About the size of a bobcat, it has a row of spikes protruding down the length of its spine. Its claws are more wicked, and half of its face is rotted away to show the muscles beneath. The thing looks absolutely feral, starved.
I don’t waste time killing each of them, because it would just slow me down. The goal isn’t to take down every challenge in your path, it’s to overcome them and cross the finish line. I don’t need to slaughter the mutated beasts to do that.
I avoid the swipe aimed at my head and break into a sprint, heading to the next platform followed quickly by the next. Each one I reach becomes steadily narrower, the ability to avoid the creatures becoming increasingly impossible. By the time I catch up to Ezra, there’s barely enough for the two of us and the beast to all stand on it, let alone fight.
She curses, locking her legs around its neck and practically sitting on the monster’s head to avoid the spines. It snarls and thrashes, and her leg is already bleeding steadily.
“Are you crazy?” I snap, trying to get the thing’s attention so it doesn’t tear her leg off.
She completely tunes me out as the smell of burning flesh and fur fills my nose. Her hands are pressed to the animal’s temples, and she’s holding on despite its lashing out until it finally collapses in a heap. Climbing off, she winces before tearing off the tattered scraps of material until she has a jagged pair of shorts left. I bite my cheek; it got her left leg pretty bad and she’s bleeding profusely.

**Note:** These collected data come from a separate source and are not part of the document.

using System.Numerics;
using AlgebraNotebook.Exact.Scalars;
using AlgebraNotebook.Exact.Symbols;

namespace AlgebraNotebook.Exact.Polynomials;

/// <summary>
/// A multivariate polynomial with exact coefficients in the field <typeparamref name="T"/> (Rational or
/// GaussianRational). Immutable and canonical: terms have distinct monomials and non-zero coefficients and are kept
/// sorted in DESCENDING <see cref="MonomialOrder.Default"/> order (graded reverse lexicographic, symbols ranked by
/// name), so equal polynomials have equal term lists.
/// </summary>
/// <remarks>
/// Being a class, <c>default(Polynomial&lt;T&gt;)</c> is null; use the shared instance <see cref="Zero"/>.
/// Variables are treated as real by <see cref="Conjugate"/>.
/// </remarks>
/// <example><c>Polynomial&lt;Rational&gt;.Parse("(x + y)^2") == Polynomial&lt;Rational&gt;.Parse("x^2 + 2 x y + y^2")</c></example>
/// <typeparam name="T">The coefficient field.</typeparam>
public sealed partial class Polynomial<T> :
    IRationalAlgebraElement<Polynomial<T>>,
    IExactDivision<Polynomial<T>>
    where T : IFieldElement<T>
{
    private static readonly Polynomial<T> ZeroInstance = new([], []);
    private static readonly Polynomial<T> OneInstance = new([Monomial.One], [T.One]);

    private readonly Monomial[] _monomials;
    private readonly T[] _coefficients;
    private (Monomial Monomial, T Coefficient)[]? _terms;
    private int _hash; // 0 = not yet computed; a computed 0 is stored as 1

    // Callers guarantee: sorted descending under MonomialOrder.Default, distinct monomials, no zero coefficients.
    private Polynomial(Monomial[] monomials, T[] coefficients)
    {
        _monomials = monomials;
        _coefficients = coefficients;
    }

    /// <summary>The zero polynomial (a shared instance with no terms).</summary>
    public static Polynomial<T> Zero => ZeroInstance;

    /// <summary>The constant polynomial 1.</summary>
    public static Polynomial<T> One => OneInstance;

    /// <summary>
    /// The terms in DESCENDING <see cref="MonomialOrder.Default"/> order; no zero coefficients; empty for zero.
    /// </summary>
    public IReadOnlyList<(Monomial Monomial, T Coefficient)> Terms => _terms ??= BuildTerms();

    /// <summary>The number of terms.</summary>
    public int TermCount => _monomials.Length;

    /// <inheritdoc />
    public bool IsZero => _monomials.Length == 0;

    /// <inheritdoc />
    public bool IsOne => _monomials.Length == 1 && _monomials[0].IsOne && _coefficients[0].IsOne;

    /// <summary>True when the polynomial has no variables (zero counts as constant).</summary>
    public bool IsConstant => _monomials.Length == 0 || (_monomials.Length == 1 && _monomials[0].IsOne);

    /// <summary>The coefficient of the monomial 1 (zero when there is none).</summary>
    public T ConstantTerm =>
        _monomials.Length > 0 && _monomials[^1].IsOne ? _coefficients[^1] : T.Zero;

    /// <summary>The symbols that occur with a positive exponent in some term.</summary>
    public IReadOnlySet<Symbol> Symbols
    {
        get
        {
            var set = new HashSet<Symbol>();
            foreach (var m in _monomials)
            {
                foreach (var s in m.SymbolArray)
                {
                    set.Add(s);
                }
            }

            return set;
        }
    }

    /// <summary>
    /// The largest total degree of a term; -1 for the zero polynomial (convention of this library), 0 for non-zero constants.
    /// </summary>
    public int TotalDegree
    {
        get
        {
            var degree = -1;
            foreach (var m in _monomials)
            {
                degree = Math.Max(degree, m.TotalDegree);
            }

            return degree;
        }
    }

    internal Monomial[] MonomialArray => _monomials;

    internal T[] CoefficientArray => _coefficients;

    /// <summary>The polynomial consisting of the variable named <paramref name="name"/>.</summary>
    /// <exception cref="ExactArgumentException">The name is not a valid symbol name.</exception>
    public static Polynomial<T> Variable(string name)
    {
        ArgumentNullException.ThrowIfNull(name);
        return Variable(Symbol.Of(name));
    }

    /// <summary>The polynomial consisting of the variable <paramref name="symbol"/>.</summary>
    public static Polynomial<T> Variable(Symbol symbol)
    {
        ArgumentNullException.ThrowIfNull(symbol);
        return new Polynomial<T>([Monomial.Of(symbol)], [T.One]);
    }

    /// <summary>The constant polynomial <paramref name="value"/> (zero gives <see cref="Zero"/>).</summary>
    public static Polynomial<T> Constant(T value) => value.IsZero ? ZeroInstance : new Polynomial<T>([Monomial.One], [value]);

    /// <summary>The single term <paramref name="coefficient"/>*<paramref name="monomial"/>.</summary>
    public static Polynomial<T> Term(T coefficient, Monomial monomial)
    {
        ArgumentNullException.ThrowIfNull(monomial);
        return coefficient.IsZero ? ZeroInstance : new Polynomial<T>([monomial], [coefficient]);
    }

    /// <summary>The sum of the given terms, in any order; repeated monomials are added, zero results dropped.</summary>
    public static Polynomial<T> FromTerms(IEnumerable<(Monomial Monomial, T Coefficient)> terms)
    {
        ArgumentNullException.ThrowIfNull(terms);
        var sums = new Dictionary<Monomial, T>();
        foreach (var (m, c) in terms)
        {
            ArgumentNullException.ThrowIfNull(m, nameof(terms));
            sums[m] = sums.TryGetValue(m, out var old) ? old + c : c;
        }

        return FromArrays(TermArithmetic<T>.FromUnsorted(sums, MonomialOrder.Default));
    }

    /// <inheritdoc />
    public static Polynomial<T> FromInteger(BigInteger value) => Constant(T.FromInteger(value));

    /// <inheritdoc />
    public static Polynomial<T> FromRational(Rational value) => Constant(T.FromRational(value));

    /// <summary>Builds from arrays already sorted by the default order (internal fast path).</summary>
    internal static Polynomial<T> FromArrays((Monomial[] Monomials, T[] Coefficients) terms) =>
        terms.Monomials.Length == 0 ? ZeroInstance : new Polynomial<T>(terms.Monomials, terms.Coefficients);

    /// <summary>Builds from arrays sorted under <paramref name="order"/> (re-sorted when it is not the default).</summary>
    internal static Polynomial<T> FromOrderedArrays(Monomial[] monomials, T[] coefficients, MonomialOrder order) =>
        ReferenceEquals(order, MonomialOrder.Default)
            ? FromArrays((monomials, coefficients))
            : FromArrays(TermArithmetic<T>.Resort(monomials, coefficients, MonomialOrder.Default));

    /// <summary>The coefficient of <paramref name="monomial"/> (zero when absent).</summary>
    public T CoefficientOf(Monomial monomial)
    {
        ArgumentNullException.ThrowIfNull(monomial);
        var index = Array.BinarySearch(_monomials, monomial, MonomialOrder.Default.Descending);
        return index >= 0 ? _coefficients[index] : T.Zero;
    }

    /// <summary>The largest exponent of <paramref name="symbol"/> in any term; -1 for the zero polynomial.</summary>
    public int DegreeIn(Symbol symbol)
    {
        ArgumentNullException.ThrowIfNull(symbol);
        if (IsZero)
        {
            return -1;
        }

        var degree = 0;
        foreach (var m in _monomials)
        {
            degree = Math.Max(degree, m.ExponentOf(symbol));
        }

        return degree;
    }

    /// <summary>The largest term under <paramref name="order"/> (default: <see cref="MonomialOrder.Default"/>).</summary>
    /// <exception cref="ExactArgumentException">The polynomial is zero (it has no leading term).</exception>
    public (Monomial Monomial, T Coefficient) LeadingTerm(MonomialOrder? order = null)
    {
        if (IsZero)
        {
            throw new ExactArgumentException("The zero polynomial has no leading term.", "this");
        }

        order ??= MonomialOrder.Default;
        var best = 0;
        if (!ReferenceEquals(order, MonomialOrder.Default))
        {
            for (var k = 1; k < _monomials.Length; k++)
            {
                if (order.CompareCore(_monomials[k], _monomials[best]) > 0)
                {
                    best = k;
                }
            }
        }

        return (_monomials[best], _coefficients[best]);
    }

    /// <summary>The monomial of <see cref="LeadingTerm"/> under <paramref name="order"/>.</summary>
    /// <exception cref="ExactArgumentException">The polynomial is zero.</exception>
    public Monomial LeadingMonomial(MonomialOrder? order = null) => LeadingTerm(order).Monomial;

    /// <summary>The coefficient of <see cref="LeadingTerm"/> under <paramref name="order"/>.</summary>
    /// <exception cref="ExactArgumentException">The polynomial is zero.</exception>
    public T LeadingCoefficient(MonomialOrder? order = null) => LeadingTerm(order).Coefficient;

    /// <summary>Mathematical equality (same terms).</summary>
    public bool Equals(Polynomial<T>? other)
    {
        if (ReferenceEquals(this, other))
        {
            return true;
        }

        if (other is null || other._monomials.Length != _monomials.Length || other.GetHashCode() != GetHashCode())
        {
            return false;
        }

        for (var k = 0; k < _monomials.Length; k++)
        {
            if (!_monomials[k].Equals(other._monomials[k]) || !_coefficients[k].Equals(other._coefficients[k]))
            {
                return false;
            }
        }

        return true;
    }

    /// <inheritdoc />
    public override bool Equals(object? obj) => Equals(obj as Polynomial<T>);

    /// <inheritdoc />
    public override int GetHashCode()
    {
        if (_hash == 0)
        {
            var hash = new HashCode();
            for (var k = 0; k < _monomials.Length; k++)
            {
                hash.Add(_monomials[k]);
                hash.Add(_coefficients[k]);
            }

            var value = hash.ToHashCode();
            _hash = value == 0 ? 1 : value;
        }

        return _hash;
    }

    /// <summary>Equality of polynomials (null equals only null).</summary>
    public static bool operator ==(Polynomial<T>? left, Polynomial<T>? right) =>
        left is null ? right is null : left.Equals(right);

    /// <summary>Inequality of polynomials.</summary>
    public static bool operator !=(Polynomial<T>? left, Polynomial<T>? right) => !(left == right);

    private (Monomial Monomial, T Coefficient)[] BuildTerms()
    {
        var terms = new (Monomial, T)[_monomials.Length];
        for (var k = 0; k < terms.Length; k++)
        {
            terms[k] = (_monomials[k], _coefficients[k]);
        }

        return terms;
    }
}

“A little, yeah,” she answers absentmindedly.
I watch in awe as her palm heats and she presses it to the wounds, cauterizing them. “Fuck, you really can’t feel that?”
She looks up at me and winks. “Not the heat at least. Cuts hurt like a bitch, but after the stinging stops, it’s more pressure than anything. I’ll explain better later, if you survive,” she taunts, turning her back on me.
“Why’d you fight it instead of run?”
She bends down and snaps off two of the protruding spines from the animal corpse’s back. “Needed these,” she tosses out casually before leaping off the fucking platform like a damn psycho.
I hear her grunt and look over the side, ignoring the shouts behind me as the others fight the beasts. She has the spines dug into the side of the last narrow column left, one that extends high enough that I can’t even see what’s waiting for us. Following her lead, I snap off two of the spines and copy her movements, starting the seemingly impossible climb up.
She has her legs wrapped around the pillar for extra support as she climbs, giving me a prime view of her ass while she makes quick work maintaining her lead. She doesn’t look down at me, keeps putting one hand in front of the other, but she does shout down to carry on our conversation.
“So what’re you making for dinner?” she huffs out between heavy breaths.
I scoff. “Why do I have to cook?”
Fuck, she’s charming. She hasn’t slipped even once, is hovering a few hundred feet in the air, and acts like it’s a walk in the park.
She pants a little before continuing. “My arms will be sore from carrying that trophy all the way home. You won’t suffer the same burden, so really, what else will you be doing?” she teases.
Sitting on top of this column is a larger, square platform. Now that we’ve reached this high, we can’t go any further. My palms are slick with sweat and I have a momentary spike of adrenaline as I fight the anxiety of being backed into a corner with no way out beyond death.
“They don’t hand out trophies,” I dispute as I feign calm.
I scan everything around us, looking for a way to get over the lip without letting go of the pillar and dying. Short of trying to embed the spines at an angle with our legs dangling, praying for the best, I can’t see an option.
“Piles of money then,” she retorts easily, eyes scanning everything, assessing.
“Direct deposit.”
“I’d flip you off if I could,” she scoffs. “Hey, want to help me do something stupid?”
I grit my teeth, my muscles starting to lock up. “Not particularly, but I’m not doing anything at the moment. What’d you have in mind?”
She looks down at me then, biting her lip. “Trust exercise?”